Multicentric carpotarsal osteolysis syndrome (MCTO) is a rare autosomal dominant condition. This condition is also known as idiopathic multicentric osteolysis with nephropathy. It is characterised by carpal-tarsal destruction and kidney failure.

Signs and symptoms

The presentation is of gradual loss of the small bones in the carpus and tarsus. This may lead to joint subluxation and instability. The kidney failure, when present, usually presents as the presence of protein in the urine.

In some cases, there may also be craniofacial abnormalities including
 Triangular facies
 Micrognathia
 Maxillary hypoplasia
 Exophthalmos

Histology of renal biopsies show glomerulosclerosis and severe tubulointerstitial fibrosis.

Intellectual disability may occur.

Genetics

This condition is caused by mutations in the transcription factor MafB, or V-maf musculoaponeurotic fibrosarcoma oncogene homolog B (MAFB), gene. This gene encodes a basic leucine zipper (bZIP) transcription factor.

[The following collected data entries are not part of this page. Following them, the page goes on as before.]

// What a fitted life model offers after the ranking: its location,
// percentiles and survival probabilities at new design rows (built by the
// same design builder as the data, as prediction-rows.ts does for linear
// models), Cox–Snell residuals, and the distribution function averaged over
// the rows for a picture against the nonparametric estimate.
import type { DesignMatrix } from '../../types.ts';
import { isEstimable } from '../../predict.ts';
import type { StatisticsIssue } from '../../inference/issue.ts';
import { EXACT, INTERVAL, LEFT, RIGHT, type CensoredResponse } from './censoring.ts';
import {
  cumulativeHazardAt, locationAt, percentileAt, survivalAt, waldQuantile,
  type LifePercentile, type LifeSurvival,
} from './life-quantities.ts';
import type { LifetimeFit } from './lifetime-result.ts';
import { bilinear } from './small-matrix.ts';
import { DEFAULT_INTERVAL_LEVEL } from './options.ts';

export interface LifetimeRowPrediction {
  /** The location μ = x'β (of ln t, or of t for the time-scale distributions) and its standard error. */
  location: { estimate: number; standardError: number | null };
  percentiles: LifePercentile[];
  survival: LifeSurvival[];
}

export interface LifetimePredictionRequest {
  percentiles?: readonly number[];
  survivalAt?: readonly number[];
  intervalLevel?: number;
}

function estimableRowOf(fit: LifetimeFit, rows: DesignMatrix, i: number): Float64Array {
  return Float64Array.from(fit.estimates.estimable, (j) => rows.high[j][i] + rows.low[j][i]);
}

/** Values of the fitted model at new rows; null for a row that breaks a relation among aliased columns. */
export function predictLifetime(
  fit: LifetimeFit,
  data: DesignMatrix,
  rows: DesignMatrix,
  request: LifetimePredictionRequest,
): { predictions: (LifetimeRowPrediction | null)[]; issues: StatisticsIssue[] } {
  if (rows.labels.length !== data.labels.length || rows.labels.some((l, j) => l !== data.labels[j])) {
    return {
      predictions: [],
      issues: [{
        code: 'prediction-columns-differ',
        message: 'The prediction rows did not produce the same design columns as the data, so the model cannot be applied to them.',
        facts: { expected: data.labels.join(', '), received: rows.labels.join(', ') },
      }],
    };
  }
  const q = waldQuantile(request.intervalLevel ?? DEFAULT_INTERVAL_LEVEL);
  const est = fit.estimates;
  const notEstimable: number[] = [];
  const predictions = Array.from({ length: rows.rows }, (_, i): LifetimeRowPrediction | null => {
    const x = estimableRowOf(fit, rows, i);
    if (fit.aliasRelations && !isEstimable(rows, i, x, fit.aliasRelations)) {
      notEstimable.push(i);
      return null;
    }
    const g = new Float64Array(est.dimension);
    g.set(x);
    const v = bilinear(est.covariance, est.dimension, g, g);
    return {
      location: { estimate: locationAt(est, x), standardError: v >= 0 ? Math.sqrt(v) : null },
      percentiles: (request.percentiles ?? []).map((p) => percentileAt(est, x, p, q)),
      survival: (request.survivalAt ?? []).map((t) => survivalAt(est, x, t, q)),
    };
  });
  const issues: StatisticsIssue[] = notEstimable.length === 0 ? [] : [{
    code: 'prediction-not-estimable',
    message: 'Some prediction rows break a linear relation among columns that holds exactly in the data (aliased columns), so the model cannot say what the life would be there.',
    facts: { rows: notEstimable.join(', '), aliased: fit.aliased.join(', ') },
  }];
  return { predictions, issues };
}

/**
 * Cox–Snell residuals r = -ln S(t | x_i), the fitted cumulative hazard: a
 * unit exponential sample when the model is right. A censored row bounds its
 * residual: right-censored [H(t), ∞), left-censored [0, H(t)], interval
 * [H(lower), H(upper)]; an exact row has lower = upper.
 */
export function coxSnellResiduals(fit: LifetimeFit, response: CensoredResponse): { lower: Float64Array; upper: Float64Array } {
  const n = response.time.length;
  const lower = new Float64Array(n);
  const upper = new Float64Array(n);
  for (let i = 0; i < n; i++) {
    const mu = fit.fittedLocation[i];
    const at = cumulativeHazardAt(fit.estimates, mu, response.time[i]);
    const s = response.status[i];
    if (s === EXACT) lower[i] = upper[i] = at;
    else if (s === RIGHT) { lower[i] = at; upper[i] = Number.POSITIVE_INFINITY; }
    else if (s === LEFT) { lower[i] = 0; upper[i] = at; }
    else if (s === INTERVAL) { lower[i] = at; upper[i] = cumulativeHazardAt(fit.estimates, mu, response.upper[i]); }
  }
  return { lower, upper };
}

/**
 * F(t) averaged over the rows, (1/n) Σ_i F(t | x_i), at each time: the
 * fitted counterpart of a nonparametric estimate of the whole sample's
 * distribution (one curve for a model without terms).
 */
export function fittedDistributionCurve(fit: LifetimeFit, times: readonly number[]): number[] {
  const locations = fit.fittedLocation;
  const constant = locations.every((v) => v === locations[0]);
  return times.map((t) => {
    if (constant) return -Math.expm1(-cumulativeHazardAt(fit.estimates, locations[0], t));
    let total = 0;
    for (const mu of locations) total += -Math.expm1(-cumulativeHazardAt(fit.estimates, mu, t));
    return total / locations.length;
  });
}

The gene is located on the long arm of chromosome 20 (20q11.2-q13.1).

Pathogenesis

How this mutation causes the clinical picture is not currently clear.

Diagnosis

The diagnosis may be suspected on the basis of the constellation of clinical features. It is made by sequencing the MAFB gene.

Classification

This condition has been classified into five types.
 Type 1: hereditary multicentric osteolysis with dominant transmission
 Type 2: hereditary multicentric osteolysis with recessive transmission
 Type 3: nonhereditary multicentric osteolysis with nephropathy
 Type 4: Gorham–Stout syndrome

Differential diagnosis
The condition should be differentially diagnosed from juvenile rheumatoid arthritis and other genetic skeletal dysplasias as  Multicentric Osteolysis, Nodulosis, and Arthropathy.

Treatment

Optimal treatment for this condition is unclear. Bisphosphonates and denosumab may be of use for the bone lesions. Cyclosporine A may be of use for treating the nephropathy. Steroids and other immunosuppressant drugs do not seem to be of help.

History

This condition was first described by Shurtleff et al. in 1964.